(Beginning of Excerpted data)

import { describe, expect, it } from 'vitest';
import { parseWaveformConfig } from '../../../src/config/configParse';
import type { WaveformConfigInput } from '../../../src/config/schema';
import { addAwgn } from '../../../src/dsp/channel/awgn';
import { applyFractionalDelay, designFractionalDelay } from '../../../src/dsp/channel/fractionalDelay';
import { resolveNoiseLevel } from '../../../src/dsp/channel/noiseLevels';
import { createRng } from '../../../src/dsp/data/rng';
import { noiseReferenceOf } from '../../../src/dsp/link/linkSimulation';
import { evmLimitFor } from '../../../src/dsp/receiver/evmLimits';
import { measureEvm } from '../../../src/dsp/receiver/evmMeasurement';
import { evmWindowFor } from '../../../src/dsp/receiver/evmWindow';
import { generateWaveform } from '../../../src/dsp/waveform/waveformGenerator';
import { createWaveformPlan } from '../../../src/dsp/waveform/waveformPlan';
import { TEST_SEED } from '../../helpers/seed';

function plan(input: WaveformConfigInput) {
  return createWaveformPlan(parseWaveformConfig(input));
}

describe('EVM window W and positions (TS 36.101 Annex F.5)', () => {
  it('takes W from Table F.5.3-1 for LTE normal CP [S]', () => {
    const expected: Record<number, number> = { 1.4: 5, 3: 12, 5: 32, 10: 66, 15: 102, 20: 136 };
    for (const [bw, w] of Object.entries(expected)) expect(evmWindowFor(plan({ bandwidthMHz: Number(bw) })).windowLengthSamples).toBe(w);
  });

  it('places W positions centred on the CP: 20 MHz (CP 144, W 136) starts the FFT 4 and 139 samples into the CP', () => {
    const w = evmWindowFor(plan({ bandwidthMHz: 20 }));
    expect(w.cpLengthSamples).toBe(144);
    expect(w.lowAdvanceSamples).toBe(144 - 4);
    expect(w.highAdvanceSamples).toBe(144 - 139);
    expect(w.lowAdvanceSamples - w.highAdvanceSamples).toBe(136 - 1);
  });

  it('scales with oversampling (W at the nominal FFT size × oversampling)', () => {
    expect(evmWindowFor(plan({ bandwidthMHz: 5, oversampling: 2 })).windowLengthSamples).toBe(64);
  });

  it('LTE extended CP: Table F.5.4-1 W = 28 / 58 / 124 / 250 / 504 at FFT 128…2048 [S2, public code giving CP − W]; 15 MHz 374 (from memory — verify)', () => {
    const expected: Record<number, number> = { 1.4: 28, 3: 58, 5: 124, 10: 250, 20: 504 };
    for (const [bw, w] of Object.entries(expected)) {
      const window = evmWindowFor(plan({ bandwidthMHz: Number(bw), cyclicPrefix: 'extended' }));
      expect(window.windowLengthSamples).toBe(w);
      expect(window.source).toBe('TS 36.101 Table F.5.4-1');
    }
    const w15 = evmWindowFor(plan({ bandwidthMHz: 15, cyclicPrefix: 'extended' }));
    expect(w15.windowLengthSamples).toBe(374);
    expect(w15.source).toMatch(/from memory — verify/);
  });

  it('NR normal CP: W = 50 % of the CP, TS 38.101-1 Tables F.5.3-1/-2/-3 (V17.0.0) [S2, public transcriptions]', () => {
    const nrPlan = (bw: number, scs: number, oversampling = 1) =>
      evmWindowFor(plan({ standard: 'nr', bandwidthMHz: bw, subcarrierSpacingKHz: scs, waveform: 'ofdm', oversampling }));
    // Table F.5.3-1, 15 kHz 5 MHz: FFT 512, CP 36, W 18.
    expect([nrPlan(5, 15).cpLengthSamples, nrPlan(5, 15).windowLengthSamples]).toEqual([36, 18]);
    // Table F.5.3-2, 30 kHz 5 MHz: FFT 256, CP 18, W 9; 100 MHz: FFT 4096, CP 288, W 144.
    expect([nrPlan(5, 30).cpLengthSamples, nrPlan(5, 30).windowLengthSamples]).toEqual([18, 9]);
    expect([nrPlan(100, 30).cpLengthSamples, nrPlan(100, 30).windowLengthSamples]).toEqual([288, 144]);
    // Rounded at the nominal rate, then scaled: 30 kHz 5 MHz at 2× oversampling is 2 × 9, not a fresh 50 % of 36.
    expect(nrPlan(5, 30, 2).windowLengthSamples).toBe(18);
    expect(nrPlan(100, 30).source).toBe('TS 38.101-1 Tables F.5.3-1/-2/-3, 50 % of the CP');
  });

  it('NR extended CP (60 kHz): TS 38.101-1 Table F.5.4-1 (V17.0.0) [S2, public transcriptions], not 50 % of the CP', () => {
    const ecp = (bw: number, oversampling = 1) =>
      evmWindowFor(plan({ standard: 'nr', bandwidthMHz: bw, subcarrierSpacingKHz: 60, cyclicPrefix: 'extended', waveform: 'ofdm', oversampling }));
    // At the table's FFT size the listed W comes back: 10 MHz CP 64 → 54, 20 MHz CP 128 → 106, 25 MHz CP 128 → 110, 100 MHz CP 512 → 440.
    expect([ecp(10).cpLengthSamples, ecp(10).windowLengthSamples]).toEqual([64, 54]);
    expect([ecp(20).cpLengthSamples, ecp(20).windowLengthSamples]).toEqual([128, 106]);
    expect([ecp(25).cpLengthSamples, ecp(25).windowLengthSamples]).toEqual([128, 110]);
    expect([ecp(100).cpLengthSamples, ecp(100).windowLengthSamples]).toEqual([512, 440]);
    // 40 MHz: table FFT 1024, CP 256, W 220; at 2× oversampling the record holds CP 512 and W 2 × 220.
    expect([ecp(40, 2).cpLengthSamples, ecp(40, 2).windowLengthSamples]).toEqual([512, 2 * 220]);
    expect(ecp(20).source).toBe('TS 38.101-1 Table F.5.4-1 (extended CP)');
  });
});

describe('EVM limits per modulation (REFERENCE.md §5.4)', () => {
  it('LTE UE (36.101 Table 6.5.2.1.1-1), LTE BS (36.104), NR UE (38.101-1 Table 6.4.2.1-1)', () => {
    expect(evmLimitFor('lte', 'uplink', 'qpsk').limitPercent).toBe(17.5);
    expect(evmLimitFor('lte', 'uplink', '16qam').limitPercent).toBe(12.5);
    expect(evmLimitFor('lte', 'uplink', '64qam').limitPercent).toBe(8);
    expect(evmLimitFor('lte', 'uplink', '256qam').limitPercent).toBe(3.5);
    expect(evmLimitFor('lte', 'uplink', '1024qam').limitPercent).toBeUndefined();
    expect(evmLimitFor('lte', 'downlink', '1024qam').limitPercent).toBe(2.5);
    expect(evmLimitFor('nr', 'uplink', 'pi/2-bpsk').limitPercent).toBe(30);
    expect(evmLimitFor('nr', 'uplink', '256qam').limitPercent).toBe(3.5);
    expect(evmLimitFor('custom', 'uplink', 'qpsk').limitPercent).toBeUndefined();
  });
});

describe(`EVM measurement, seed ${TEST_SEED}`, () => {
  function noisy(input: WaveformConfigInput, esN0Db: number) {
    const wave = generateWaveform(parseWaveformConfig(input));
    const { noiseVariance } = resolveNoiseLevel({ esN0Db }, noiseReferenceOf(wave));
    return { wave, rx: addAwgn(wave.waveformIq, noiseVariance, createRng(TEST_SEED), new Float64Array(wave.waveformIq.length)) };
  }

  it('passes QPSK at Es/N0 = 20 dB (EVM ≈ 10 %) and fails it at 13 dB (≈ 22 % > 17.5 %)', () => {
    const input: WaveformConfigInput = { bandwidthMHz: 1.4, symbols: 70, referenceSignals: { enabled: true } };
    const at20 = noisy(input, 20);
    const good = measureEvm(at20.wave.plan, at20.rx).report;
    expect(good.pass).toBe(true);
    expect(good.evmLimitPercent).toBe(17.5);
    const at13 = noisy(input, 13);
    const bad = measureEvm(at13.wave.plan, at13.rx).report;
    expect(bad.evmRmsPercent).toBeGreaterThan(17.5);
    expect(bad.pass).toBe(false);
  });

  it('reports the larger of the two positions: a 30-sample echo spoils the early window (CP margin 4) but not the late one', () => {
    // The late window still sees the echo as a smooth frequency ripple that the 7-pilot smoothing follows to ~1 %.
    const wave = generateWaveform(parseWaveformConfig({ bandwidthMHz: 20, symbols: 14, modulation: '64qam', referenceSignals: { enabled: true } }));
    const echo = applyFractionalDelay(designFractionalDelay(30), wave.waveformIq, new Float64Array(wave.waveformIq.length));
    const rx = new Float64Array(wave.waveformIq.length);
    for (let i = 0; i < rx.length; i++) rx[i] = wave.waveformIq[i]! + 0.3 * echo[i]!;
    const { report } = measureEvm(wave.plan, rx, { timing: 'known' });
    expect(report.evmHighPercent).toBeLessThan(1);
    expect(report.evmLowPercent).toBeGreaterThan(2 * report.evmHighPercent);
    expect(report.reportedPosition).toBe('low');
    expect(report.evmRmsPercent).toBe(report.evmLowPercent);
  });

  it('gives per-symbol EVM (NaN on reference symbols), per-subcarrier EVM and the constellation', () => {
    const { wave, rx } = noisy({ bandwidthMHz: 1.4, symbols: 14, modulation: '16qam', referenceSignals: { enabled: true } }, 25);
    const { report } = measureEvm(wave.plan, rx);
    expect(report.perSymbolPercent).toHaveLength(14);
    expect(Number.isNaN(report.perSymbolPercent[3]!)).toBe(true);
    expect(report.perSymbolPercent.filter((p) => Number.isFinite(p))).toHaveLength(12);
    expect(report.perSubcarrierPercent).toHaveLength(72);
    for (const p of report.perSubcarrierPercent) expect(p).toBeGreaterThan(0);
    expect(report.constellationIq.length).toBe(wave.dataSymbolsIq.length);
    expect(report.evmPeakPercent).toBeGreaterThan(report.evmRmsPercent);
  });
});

(End of Excerpted data)

__Task to carry out__:
Among the lines above, which contain the word "lowAdvanceSamples"? Copy every one.

__Answer__:
    expect(w.lowAdvanceSamples).toBe(144 - 4);
    expect(w.lowAdvanceSamples - w.highAdvanceSamples).toBe(136 - 1);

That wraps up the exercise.